Annotation Type SQLType


  • @Documented
    @Target(PARAMETER)
    @Retention(CLASS)
    public @interface SQLType
    Optionally annotates a Java method parameter, to supply an explicit SQL type for use in the SQL function declaration in place of the automatically mapped type, and/or to supply an SQL default value. This annotation cannot be used to supply the SQL declaration's return type, but @Function(type=...) can.
    Author:
    Thomas Hallgren - pre-Java6 version, Chapman Flack (Purdue Mathematics) - updated to Java6, added SQLType
    • Optional Element Summary

      Optional Elements 
      Modifier and Type Optional Element Description
      String[] defaultValue
      Default value for the parameter.
      String name
      SQL name for the parameter, to allow calling the function using named parameter notation, in preference to the parameter's Java name.
      boolean optional
      What optional=true means is just what defaultValue=null would mean, if Java permitted null values in annotations.
      String value
      The SQL type name to use for the annotated parameter in preference to any found in the default mappings.
    • Element Detail

      • value

        String value
        The SQL type name to use for the annotated parameter in preference to any found in the default mappings.
        Default:
        ""
      • defaultValue

        String[] defaultValue
        Default value for the parameter.

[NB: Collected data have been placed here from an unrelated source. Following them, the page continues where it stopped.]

/**
 * The server suite on PostgreSQL: starts a private server (Debian's binaries, data folder
 * `.tmp/postgres`, a free local port; see `postgres-server.ts`), runs vitest's server suite with
 * `DATABASE_URL` pointing at it (each test file then gets databases of its own: test/support/test-db.ts),
 * and stops the server. Media is in the object-storage fake: one s3rver (files under `.tmp/s3rver`)
 * whose endpoint goes to vitest as `TEST_S3_ENDPOINT`; every test app makes a bucket of its own there
 * (test/support/test-app.ts). `TEST_S3=0` keeps media in local folders.
 *
 *   npx tsx scripts/test-postgres.ts [vitest args…]
 */
import { spawn } from 'node:child_process';
import path from 'node:path';
import fs from 'node:fs';
import { startPostgres } from './postgres-server';
import { startS3rver, type S3rverProcess } from '../test/support/s3-bucket';

const server = await startPostgres(path.resolve('.tmp/postgres'));
console.log(`[test-postgres] PostgreSQL on 127.0.0.1:${server.port}`);
let s3: S3rverProcess | null = null;
let code = 1;
try {
  if (process.env['TEST_S3'] !== '0') {
    const s3Dir = path.resolve('.tmp/s3rver');
    fs.rmSync(s3Dir, { recursive: true, force: true });
    fs.mkdirSync(s3Dir, { recursive: true });
    s3 = await startS3rver(s3Dir);
    console.log(`[test-postgres] media in the object-storage fake at ${s3.endpoint}`);
  }
  code = await new Promise<number>((resolve) => {
    const child = spawn('npx', ['vitest', 'run', '--config', 'vitest.server.config.ts', ...process.argv.slice(2)], {
      stdio: 'inherit',
      // The SDK's notice that its 2027 releases need Node 22 would repeat once per test file (the stack is fixed at Node 20).
      env: {
        ...process.env,
        DATABASE_URL: server.url,
        TEST_S3_ENDPOINT: s3?.endpoint ?? '',
        AWS_SDK_JS_NODE_VERSION_SUPPORT_WARNING_DISABLED: 'true',
      },
    });
    child.on('close', (c) => resolve(c ?? 1));
  });
} finally {
  await s3?.stop();
  server.stop();
}
process.exit(code);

Parameters of row or array type can have defaults too, so this element accepts an array. For a scalar type, just supply one value. Values given here go into the descriptor file as properly-escaped string literals explicitly cast to the parameter type, which covers the typical case of defaults that are simple literals or can be computed as Java String-typed constant expressions (e.g. ""+Math.PI) and ensures the parsability of the descriptor file.

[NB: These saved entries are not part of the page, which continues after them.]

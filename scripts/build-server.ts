/**
 * Bundles the server (with its migrations) into `dist/server/main.mjs` for `npm start`: plain
 * Node then runs it, without a TypeScript loader in memory. npm packages stay external.
 */
import path from 'node:path';
import { build } from 'esbuild';

export const SERVER_BUNDLE = 'dist/server/main.mjs';

/**
 * Bundles the server sources under `root` (this tree by default; a benchmark passes an earlier
 * revision's exported sources) into `outdir`.
 */
export async function buildServer(root = '.', outdir = 'dist/server'): Promise<void> {
  await build({
    // The picture worker runs in its own thread and is loaded from beside main.mjs.
    entryPoints: { main: path.join(root, 'server/main.ts'), 'picture-worker': path.join(root, 'server/pictures/picture-worker.ts') },
    outdir,
    outExtension: { '.js': '.mjs' },
    bundle: true,
    platform: 'node',
    format: 'esm',
    target: 'node20',
    packages: 'external',
    sourcemap: 'linked',
    logLevel: 'warning',
  });
}

if (import.meta.url === `file://${process.argv[1]}`) {
  await buildServer();
  console.log(`built ${SERVER_BUNDLE}`);
}
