/** A Canvas2DLike that records every call and property write, and checks save/restore pairing. */
class RecordingContext implements Canvas2DLike {
  calls: { op: string; args: unknown[]; state: Record<string, unknown> }[] = [];
  depth = 0;
  maxDepth = 0;
  strokeStyle: string | object = '#000';
  fillStyle: string | object = '#000';
  lineWidth = 1;
  lineCap: Canvas2DLike['lineCap'] = 'butt';
  lineJoin: Canvas2DLike['lineJoin'] = 'miter';
  font = '10px sans-serif';
  textAlign: Canvas2DLike['textAlign'] = 'start';
  textBaseline: Canvas2DLike['textBaseline'] = 'alphabetic';
  globalAlpha = 1;
  private rec(op: string, args: unknown[]) {
    for (const a of args) if (typeof a === 'number' && !Number.isFinite(a)) throw new Error(`${op} got ${a}`);
    const { strokeStyle, fillStyle, lineWidth, globalAlpha, font } = this;
    this.calls.push({ op, args, state: { strokeStyle, fillStyle, lineWidth, globalAlpha, font } });
  }
  save() {
    this.depth++;
    this.maxDepth = Math.max(this.maxDepth, this.depth);
    this.rec('save', []);
  }
  restore() {
    if (--this.depth < 0) throw new Error('restore without save');
    this.rec('restore', []);
  }
  beginPath() {
    this.rec('beginPath', []);
  }
  moveTo(x: number, y: number) {
    this.rec('moveTo', [x, y]);
  }
  lineTo(x: number, y: number) {
    this.rec('lineTo', [x, y]);
  }
  arc(x: number, y: number, r: number, s: number, e: number, ccw?: boolean) {
    this.rec('arc', [x, y, r, s, e, ccw]);
  }
  stroke() {
    this.rec('stroke', []);
  }
  fill() {
    this.rec('fill', []);
  }
  fillText(t: string, x: number, y: number) {
    this.rec('fillText', [t, x, y]);
  }
  strokeText(t: string, x: number, y: number) {
    this.rec('strokeText', [t, x, y]);
  }
  setLineDash(s: number[]) {
    this.rec('setLineDash', [s]);
  }
  texts() {
    return this.calls.filter((c) => c.op === 'fillText').map((c) => c.args[0] as string);
  }
}

const frameOf = (pose: MetrePose, direction: OverlayOptions['direction'] = 'left_to_right', far?: MetrePose): FrameLandmarks[] => [
  landmarksAt(0, 'right', pose, direction),
  ...(far ? [landmarksAt(0, 'left', far, direction)] : []),
];
const opts = (landmarks: FrameLandmarks[], over: Partial<OverlayOptions> = {}): OverlayOptions => ({
  frameSize: { width: W, height: H },
  landmarks,
  nearSide: 'right',
  direction: 'left_to_right',
  showAngles: true,
  ...over,
});

describe('drawOverlay on a recording fake context', () => {
  it('[calc] IC worked example: draws without throwing, balanced save/restore, labels "26.6° flex", "12.5°", "0.7° DF"', () => {
    const ctx = new RecordingContext();
    drawOverlay(
      ctx,
      opts(frameOf(IC_POSE, 'left_to_right', TO_POSE), { scale: SCALE_1M_400PX, selected: { side: 'right', landmark: 'knee' } }),
    );
    expect(ctx.depth).toBe(0);
    expect(ctx.maxDepth).toBe(1);
    expect(ctx.texts()).toEqual(['26.6° flex', '12.5°', '0.7° DF', '1.00 m']);
    // Each label has a white halo drawn first.
    expect(ctx.calls.filter((c) => c.op === 'strokeText').map((c) => c.args[0])).toEqual(ctx.texts());
  });

  it('uses DESIGN.md colours: right limb amber, left limb violet, trunk slate; far side at half strength and thinner', () => {
    const ctx = new RecordingContext();
    drawOverlay(ctx, opts(frameOf(IC_POSE, 'left_to_right', TO_POSE)));
    const strokes = ctx.calls.filter((c) => c.op === 'stroke');
    const styles = new Set(strokes.map((c) => c.state['strokeStyle']));
    for (const c of ['#E08A1E', '#7B4FD6', '#3E4C59']) expect(styles.has(c)).toBe(true);
    const leftLines = strokes.filter((c) => c.state['strokeStyle'] === '#7B4FD6');
    const rightLines = strokes.filter(
      (c) => c.state['strokeStyle'] === '#E08A1E' && c.state['globalAlpha'] === 1 && c.state['lineWidth'] !== undefined,
    );
    expect(leftLines.every((c) => c.state['globalAlpha'] === 0.5)).toBe(true);
    expect(Math.max(...leftLines.map((c) => c.state['lineWidth'] as number))).toBeLessThan(
      Math.max(...rightLines.map((c) => c.state['lineWidth'] as number)),
    );
    const markerFills = ctx.calls.filter((c) => c.op === 'fill').map((c) => c.state['fillStyle']);
    expect(markerFills.filter((f) => f === OVERLAY_COLOURS.right)).toHaveLength(6);
    expect(markerFills.filter((f) => f === OVERLAY_COLOURS.left)).toHaveLength(4);
  });

  it('showAngles false draws no arcs or labels; an empty frame draws nothing but save/restore', () => {
    const ctx = new RecordingContext();
    drawOverlay(ctx, opts(frameOf(IC_POSE), { showAngles: false }));
    expect(ctx.texts()).toEqual([]);
    const empty = new RecordingContext();
    drawOverlay(empty, opts([]));
    expect(empty.calls.filter((c) => !['save', 'restore', 'setLineDash'].includes(c.op))).toEqual([]);
  });

  it('missing or non-finite landmarks drop only what needs them (no NaN reaches the context)', () => {
    const ctx = new RecordingContext();
    const l = frameOf(IC_POSE);
    l[0]!.points.toe = { x: Number.NaN, y: 0.5 };
    delete l[0]!.points.hip;
    expect(() => drawOverlay(ctx, opts(l))).not.toThrow();
    expect(ctx.texts()).toEqual([]); // hip and knee need the hip; ankle needs the toe
  });
});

        For a row type of unknown structure (PostgreSQL type RECORD), the only default that can be specified is {}, which can be useful for functions that use a RECORD parameter to accept an arbitrary sequence of named, typed parameters from the caller. For a named row type (not RECORD), an array of nonzero length will be accepted. It needs to match the number and order of components of the row type (which cannot be checked at compile time, but will cause the deployment descriptor code to fail at jar install time if it does not).

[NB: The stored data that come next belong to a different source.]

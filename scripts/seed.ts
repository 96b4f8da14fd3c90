import { loadConfig } from '../server/config';
import { createDb, dbTarget, migrate } from '../server/db/knex';
import { seed } from '../seeds/demo-scenario';

const db = createDb(dbTarget(loadConfig()));
await migrate(db);
console.log((await seed(db)) ? 'Demo scenario seeded.' : 'A clinic exists already; nothing seeded.');
await db.destroy();
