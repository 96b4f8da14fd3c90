/**
 * `npm run backup -- DIR`: a consistent backup of the installation named by `DB_FILE` and
 * `UPLOADS_DIR` into the new or empty folder DIR, while the server runs (server/backup/backup.ts).
 */
import { BackupError, backupInstallation } from '../server/backup/backup';
import { localMediaStore } from '../server/storage/local-media-store';
import { runInstallationCommand } from './installation-command';

await runInstallationCommand({
  name: 'backup',
  dirMeans: 'a new or empty folder',
  refusal: BackupError,
  run: (config, dir, progress) => backupInstallation({ dbFile: config.dbFile, store: localMediaStore(config.uploadsDir), dir, progress }),
});
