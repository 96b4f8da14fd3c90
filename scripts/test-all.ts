/**
 * `npm test` after bootstrap: lint, format check, type-checks, the app build, server tests, client unit tests and
 * browser tests, one after another; prints each suite's count and ends with the line
 * `N passed, N failed`. Exits non-zero when anything failed.
 */
import { spawn } from 'node:child_process';
import { stripVTControlCharacters } from 'node:util';

interface Step {
  name: string;
  cmd: string[];
  /** Whether the step reports a vitest summary (else it counts as one check). */
  vitest: boolean;
}

const STEPS: Step[] = [
  { name: 'lint (eslint)', cmd: ['npx', 'eslint', '.'], vitest: false },
  { name: 'format check (prettier)', cmd: ['npx', 'prettier', '--check', '.'], vitest: false },
  { name: 'type-check (server, scripts, tests)', cmd: ['npx', 'tsc', '-p', 'tsconfig.server.json'], vitest: false },
  { name: 'app build (strict templates, budgets)', cmd: ['npx', 'ng', 'build'], vitest: false },
  { name: 'server tests', cmd: ['npx', 'vitest', 'run', '--config', 'vitest.server.config.ts'], vitest: true },
  { name: 'client unit tests', cmd: ['npx', 'ng', 'test', '--watch=false'], vitest: true },
  { name: 'browser tests', cmd: ['npx', 'vitest', 'run', '--config', 'vitest.e2e.config.ts'], vitest: true },
];

const only = process.argv.slice(2);

function run(step: Step): Promise<{ code: number; output: string }> {
  return new Promise((resolve) => {
    const child = spawn(step.cmd[0]!, step.cmd.slice(1), {
      env: { ...process.env, NG_CLI_ANALYTICS: 'false', FORCE_COLOR: '0', NO_COLOR: '1', CI: process.env['CI'] ?? 'true' },
      stdio: ['ignore', 'pipe', 'pipe'],
    });
    let output = '';
    const take = (chunk: Buffer, to: NodeJS.WriteStream) => {
      output += chunk.toString();
      to.write(chunk);
    };
    child.stdout.on('data', (c: Buffer) => take(c, process.stdout));
    child.stderr.on('data', (c: Buffer) => take(c, process.stderr));
    child.on('close', (code) => resolve({ code: code ?? 1, output }));
  });
}

/** Reads vitest's "Tests  3 failed | 40 passed (43)" line. */
export function vitestCounts(output: string): { passed: number; failed: number } | null {
  const plain = stripVTControlCharacters(output);
  const line = plain
    .split('\n')
    .reverse()
    .find((l) => /^\s*Tests\s+\d/.test(l));
  if (!line) return null;
  const n = (word: string) => Number(new RegExp(`(\\d+) ${word}`).exec(line)?.[1] ?? 0);
  return { passed: n('passed'), failed: n('failed') };
}

let passed = 0;
let failed = 0;
const summary: string[] = [];
for (const step of STEPS) {
  if (only.length && !only.some((o) => step.name.includes(o))) continue;
  console.log(`\n=== ${step.name}: ${step.cmd.join(' ')}`);
  const { code, output } = await run(step);
  let p = 0;
  let f = 0;
  if (step.vitest) {
    const counts = vitestCounts(output);
    if (counts) {
      p = counts.passed;
      f = counts.failed;
      if (code !== 0 && f === 0) f = 1; // crashed after counting (e.g. unhandled error)
    } else {
      f = 1; // the suite did not run to a summary
    }
  } else if (code === 0) {
    p = 1;
  } else {
    f = 1;
  }
  passed += p;
  failed += f;
  summary.push(`  ${step.name.padEnd(40)} ${p} passed, ${f} failed`);
}
console.log(`\n=== summary\n${summary.join('\n')}\n`);
console.log(`${passed} passed, ${failed} failed`);
process.exit(failed ? 1 : 0);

        A Java annotation value cannot be null. If null is what the default value should be, use optional=true.

        Default:
        {}
      • optional

        boolean optional
        What optional=true means is just what defaultValue=null would mean, if Java permitted null values in annotations.

        There is no difference between optional=false and simply having no optional or defaultValue element at all.

        Only one of optional or defaultValue may be present in one annotation.

        If optional=true, the function must not be annotated with onNullInput=RETURNS_NULL.

        Default:
        false
      • name

        String name
        SQL name for the parameter, to allow calling the function using named parameter notation, in preference to the parameter's Java name. By default, the SQL name is taken from the Java name, but in some cases the SQL name expected by callers may be a reserved word in Java, or the Java name may be reserved in SQL. The name specified here can simply be different, or it can be given in quoted-identifier form to work around the reservedness in SQL of the unquoted name. Callers, in that case, have to quote the name also, but that may be acceptable for clarity's sake if there is a particular name that is used in a standard or is otherwise the most natural choice.
        Default:
        ""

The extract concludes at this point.